Na herstel van Godsdienstvrijheid (1795) bleven de meeste (Utrechtse) kerken en kloosters in handen van de protestanten. De Catharijnekerk, de kloosterkerk van de Johannieters aan de Lange Nieuwstraat, kreeg de status van kathedraal in plaats van de Dom.
Architect Alfred Tepe bouwde tussen 1871 en 1905 alleen al zo’n 70 kerken in het land, Rooms Katholiek. Geïnspireerd door de gotiek van de middeleeuwen ontwikkelde hij een eigen neogotische stijl. Typerend daarbij is het gebruik van baksteen.
In 1869 werd in Utrecht het Bernulfusgilde opgericht. De daarbij aangesloten ambachtslieden/kunstenaars leverden een belangrijke bijdrage voor het bouwen en inrichten van de nieuwe kerken.
Door de omringende bebouwing is de Willibrorduskerk aan de buitenkant niet goed in haar geheel te zien, maar staande op de Dom toont zij zich ten volle. Tepe compenseerde de verscholen ligging door in de hoogte te werken. Hoger dan de Domkerk was echter niet toe gestaan. De Willibrorduskerk bezit een bijzonder kleurrijk interieur. De Krijtberg aan de Singel in Amsterdam, eveneens van Tepe, toont in inrichting sterke verwantschap met die van de Willibrordus. In de biografie over de dichter Jan Engelman ‘Op gezang en vlees belust’, uitgegeven bij Kwadraat, is het volgende geschreven:
‘Op school zal hem ook gedegen godsdienstkennis zijn bijgebracht, die met een levende ervaring werd aangevuld in de neogotische Willibrorduskerk, waar hij misdienaar was bij pastoor De Weijer en zijn kapelaans, en waar hij in het koor zong onder dirigent Anton Ponten sr. Utrechtse muziekkenners wisselden het bezoek aan de Willibrord af met dat aan de kathedraal van St. Catharina waar een geheel andere muziekcultuur heerste. De kleine Jan Engelman zong er zondagavond klassieke motetten, waarvan het koor er zo’n veertig op zijn vaste repertoire had’.
De Willibrord staat op de plek waar zich ooit het logement Place Royale in de Minrebroederstraat zich bevond. Wolfgang Amadeus Mozart en Constantijn Huygens logeerden hier. De ingang aan de Minrebroederstraat was voor de welgestelde parochiaan.

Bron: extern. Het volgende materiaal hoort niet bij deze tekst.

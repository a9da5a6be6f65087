// The one text lookup: placeholders filled, missing texts shown as their key.
import { test } from 'node:test';
import assert from 'node:assert/strict';
import { format, lookup } from '../../../static-assets/js/common/text.js';

test('placeholders', () => {
  assert.equal(format('At {0}: nodes of modes {1}', '12.00 mm', '2, 4'), 'At 12.00 mm: nodes of modes 2, 4');
  assert.equal(format('{1} before {0}', 'a', 'b'), 'b before a');
  assert.equal(format('kept {2}', 'a'), 'kept {2}');
  assert.equal(format(undefined), '');
});

test('lookup with a prefix', () => {
  const t = lookup(new Map([['air.js.fixFields', 'Fix {0} fields']]), 'air.js.');
  assert.equal(t('fixFields', 2), 'Fix 2 fields');
  assert.equal(t('missing'), 'missing');
});
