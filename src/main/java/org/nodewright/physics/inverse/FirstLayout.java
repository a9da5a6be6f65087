package org.nodewright.physics.inverse;

import java.util.List;
import org.hipparchus.analysis.solvers.BrentSolver;
import org.nodewright.physics.Require;
import org.nodewright.physics.aircolumn.Fingering;

/**
 * A first tone-hole layout for a blank tube, in closed form, from the bottom hole up: each hole is
 * put where the tube, cut off there by the open hole, sounds the note of the fingering that opens
 * it first (every hole nearer the input closed).
 *
 * <p>The open hole is a lumped inertance M_h = rho t_e / (pi b^2) in parallel with the bore below
 * it, of length L_b up to the previous note's effective end; the pair acts as a bare tube ending
 * Delta beyond the hole, with (Nederveen 1969, "Acoustical Aspects of Woodwind Instruments", the
 * open side hole in a cylinder; Benade 1976, "Fundamentals of Musical Acoustics", ch. 21)
 * <pre>   tan(k Delta) = 1 / ( cot(k L_b) + (b/a)^2 / (k t_e) )</pre>
 * whose low-frequency limit is Nederveen's Delta = L_b / (1 + L_b (b/a)^2 / t_e). t_e is the
 * chimney height plus the hole's inner and outer end corrections, taken together as t + 1.5 b
 * (Benade 1976, from memory). Closed holes, wall losses and the bore's taper are left to the
 * optimiser that follows; the bore is treated as a cylinder of the given diameter.
 *
 * <p>A note's effective length is c / (2 f) for a tube open (or flue-voiced) at the input, and
 * c / (4 f) for a cylinder closed at the input (Benade 1976, ch. 20: the open and stopped pipe).
 * Effective ends are measured from x = 0, so the input end correction is subtracted from them.
 */
public final class FirstLayout {

    /** t_e = t + 1.5 b: the inner and outer end corrections of a side hole together (Benade 1976, from memory). */
    static final double HOLE_END_CORRECTION_PER_RADIUS = 1.5;

    private FirstLayout() {
    }

    /**
     * The blank tube as the first layout sees it.
     *
     * @param lengthMm            the blank's length from x = 0 to the output end
     * @param boreDiameterMm      the bore (treated as a cylinder)
     * @param speedOfSound        m/s
     * @param inputCorrectionMm   the player's end's end correction (from the model's blank-tube pitch)
     * @param outputCorrectionMm  the output end's end correction (0.6133 a unflanged, Levine &amp; Schwinger 1948)
     * @param quarterWave         true for a cylinder closed at the input (odd harmonics)
     */
    public record Tube(double lengthMm, double boreDiameterMm, double speedOfSound, double inputCorrectionMm,
            double outputCorrectionMm, boolean quarterWave) {

        public Tube {
            Require.positive("lengthMm", lengthMm);
            Require.positive("boreDiameterMm", boreDiameterMm);
            Require.positive("speedOfSound", speedOfSound);
            Require.finite("inputCorrectionMm", inputCorrectionMm);
            Require.nonNegative("outputCorrectionMm", outputCorrectionMm);
        }

        /** The effective acoustic length of a note, mm: c / 2f, or c / 4f when quarter-wave. */
        double effectiveLengthMm(double hz) {
            return speedOfSound * 1e3 / ((quarterWave ? 4 : 2) * hz);
        }
    }

    /**
     * The closed-form layout.
     *
     * @param tube        the blank
     * @param lengthBeforeFootMm the bore before its last section (the section that may be cut)
     * @param diametersMm each hole's diameter (hole 0 nearest the input)
     * @param chimneysMm  each hole's chimney height
     * @param fingerings  the chart; register-1 fingerings that close exactly the holes above one hole place it
     * @param trimFoot    whether the tube may be cut so that the all-closed fingering sounds its note
     * @return positions from x = 0 and the foot (the last section's length as cut), mm; holes no fingering
     *         places are spread evenly between their placed neighbours
     */
    public static HoleLayout estimate(Tube tube, double lengthBeforeFootMm, double[] diametersMm, double[] chimneysMm, List<Fingering> fingerings,
            boolean trimFoot) {
        int n = diametersMm.length;
        if (chimneysMm.length != n || n == 0) {
            throw new IllegalArgumentException("need a diameter and a chimney for each of at least one hole");
        }
        double total = tube.lengthMm();
        Double lowest = noteOpening(fingerings, n, n);
        if (trimFoot && lowest != null) {
            double cut = tube.effectiveLengthMm(lowest) - tube.inputCorrectionMm() - tube.outputCorrectionMm();
            if (cut > lengthBeforeFootMm && cut < tube.lengthMm()) {
                total = cut;
            }
        }
        double foot = total - lengthBeforeFootMm;
        double a = tube.boreDiameterMm() / 2;
        double previousEnd = total + tube.outputCorrectionMm();
        double[] x = new double[n];
        boolean[] placed = new boolean[n];
        for (int h = n - 1; h >= 0; h--) {
            Double hz = noteOpening(fingerings, h, n);
            if (hz == null) {
                continue;
            }
            double end = tube.effectiveLengthMm(hz) - tube.inputCorrectionMm();
            if (!(end < previousEnd)) {
                continue;
            }
            double b = diametersMm[h] / 2;
            double te = chimneysMm[h] + HOLE_END_CORRECTION_PER_RADIUS * b;
            double k = 2 * Math.PI * hz / (tube.speedOfSound() * 1e3);
            x[h] = holePosition(end, previousEnd, k, (b / a) * (b / a), te);
            if (Double.isFinite(x[h]) && x[h] > 0) {
                placed[h] = true;
                previousEnd = end;
            }
        }
        spreadUnplaced(x, placed, total);
        return new HoleLayout(x, diametersMm, foot);
    }

    /**
     * Delta of the open hole at x: the bore below it (to previousEnd) in parallel with the hole,
     * as an equivalent bare length beyond x (Nederveen 1969; Benade 1976), mm.
     */
    static double openHoleDeltaMm(double x, double previousEnd, double k, double areaRatio, double te) {
        double lb = previousEnd - x;
        double cot = 1 / Math.tan(k * lb);
        return Math.atan(1 / (cot + areaRatio / (k * te))) / k;
    }

    /** The x at which x + Delta(x) = end, by Brent's method (Hipparchus {@link BrentSolver}); NaN if not bracketed. */
    static double holePosition(double end, double previousEnd, double k, double areaRatio, double te) {
        // x = end gives x + Delta > end; far enough up the tube Delta tends to its long-tube value,
        // below t_e / areaRatio, so the root lies within that distance below end.
        // Below previousEnd - pi / k the bore under the hole would hold a half wave: not this note's branch.
        double low = Math.max(Math.max(1e-6, previousEnd - 0.95 * Math.PI / k),
                end - 4 * te / areaRatio - 4 * (previousEnd - end));
        double high = end;
        java.util.function.DoubleUnaryOperator g = x -> x + openHoleDeltaMm(x, previousEnd, k, areaRatio, te) - end;
        if (!(g.applyAsDouble(low) < 0 && g.applyAsDouble(high) >= 0)) {
            return Double.NaN;
        }
        return new BrentSolver(1e-9).solve(200, g::applyAsDouble, low, high);
    }

    /** The register-1 target of a fingering closing exactly holes 0..h-1 (hole h the first open one); n: all closed. */
    private static Double noteOpening(List<Fingering> fingerings, int h, int n) {
        Double best = null;
        int bestOpenBelow = -1;
        for (Fingering f : fingerings) {
            if (f.register() != 1) {
                continue;
            }
            boolean fits = true;
            for (int i = 0; i < Math.min(h, n); i++) {
                fits &= f.closedHoles().contains(i);
            }
            if (h < n) {
                fits &= !f.closedHoles().contains(h);
            }
            if (!fits) {
                continue;
            }
            int openBelow = 0;
            for (int i = h + 1; i < n; i++) {
                openBelow += f.closedHoles().contains(i) ? 0 : 1;
            }
            // prefer the plain fingering: every hole below the first open one open as well
            if (openBelow > bestOpenBelow) {
                bestOpenBelow = openBelow;
                best = f.targetHz();
            }
        }
        return best;
    }

    /** Holes no fingering placed: evenly between their placed neighbours (or the tube's ends). */
    private static void spreadUnplaced(double[] x, boolean[] placed, double length) {
        int n = x.length;
        int i = 0;
        while (i < n) {
            if (placed[i]) {
                i++;
                continue;
            }
            int j = i;
            while (j < n && !placed[j]) {
                j++;
            }
            double left = i == 0 ? 0.35 * length : x[i - 1];
            double right = j == n ? 0.92 * length : x[j];
            for (int m = i; m < j; m++) {
                x[m] = left + (right - left) * (m - i + 1) / (j - i + 1);
            }
            i = j;
        }
    }
}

Bij binnenkomst zagen zij de deugden op de gewelven uitgebeeld; zij hadden een zitplaats in de verwarmde kant van de kerk. De ingang aan de Annastraat, de westkant, was voor de arme parochiaan. Deze zagen bij binnenkomst in het gewelf, geschilderde ondeugden.
Aan de kant waar de armen zaten, was de kerk niet verwarmt. In de middeleeuwen toen het slachthuis nog achter het stadhuis stond werd de Annastraat ‘Vuilsteeg’ genoemd. Daar verwerkten ‘penswijven’ ingewanden om hiermee wat te verdienen.
Toen de slagers, die lange messen mochten dragen, zich met de politiek gingen bemoeien, niet ongevaarlijk, werd het slachthuis verplaatst naar de Voorstraat en de Lange Nieuwstraat. In het kader van Trajectum Lumen, een lichtwandeling door de stad, bracht Titia Ex een ‘Halo’ aan die als het ware boven de kerk zweeft.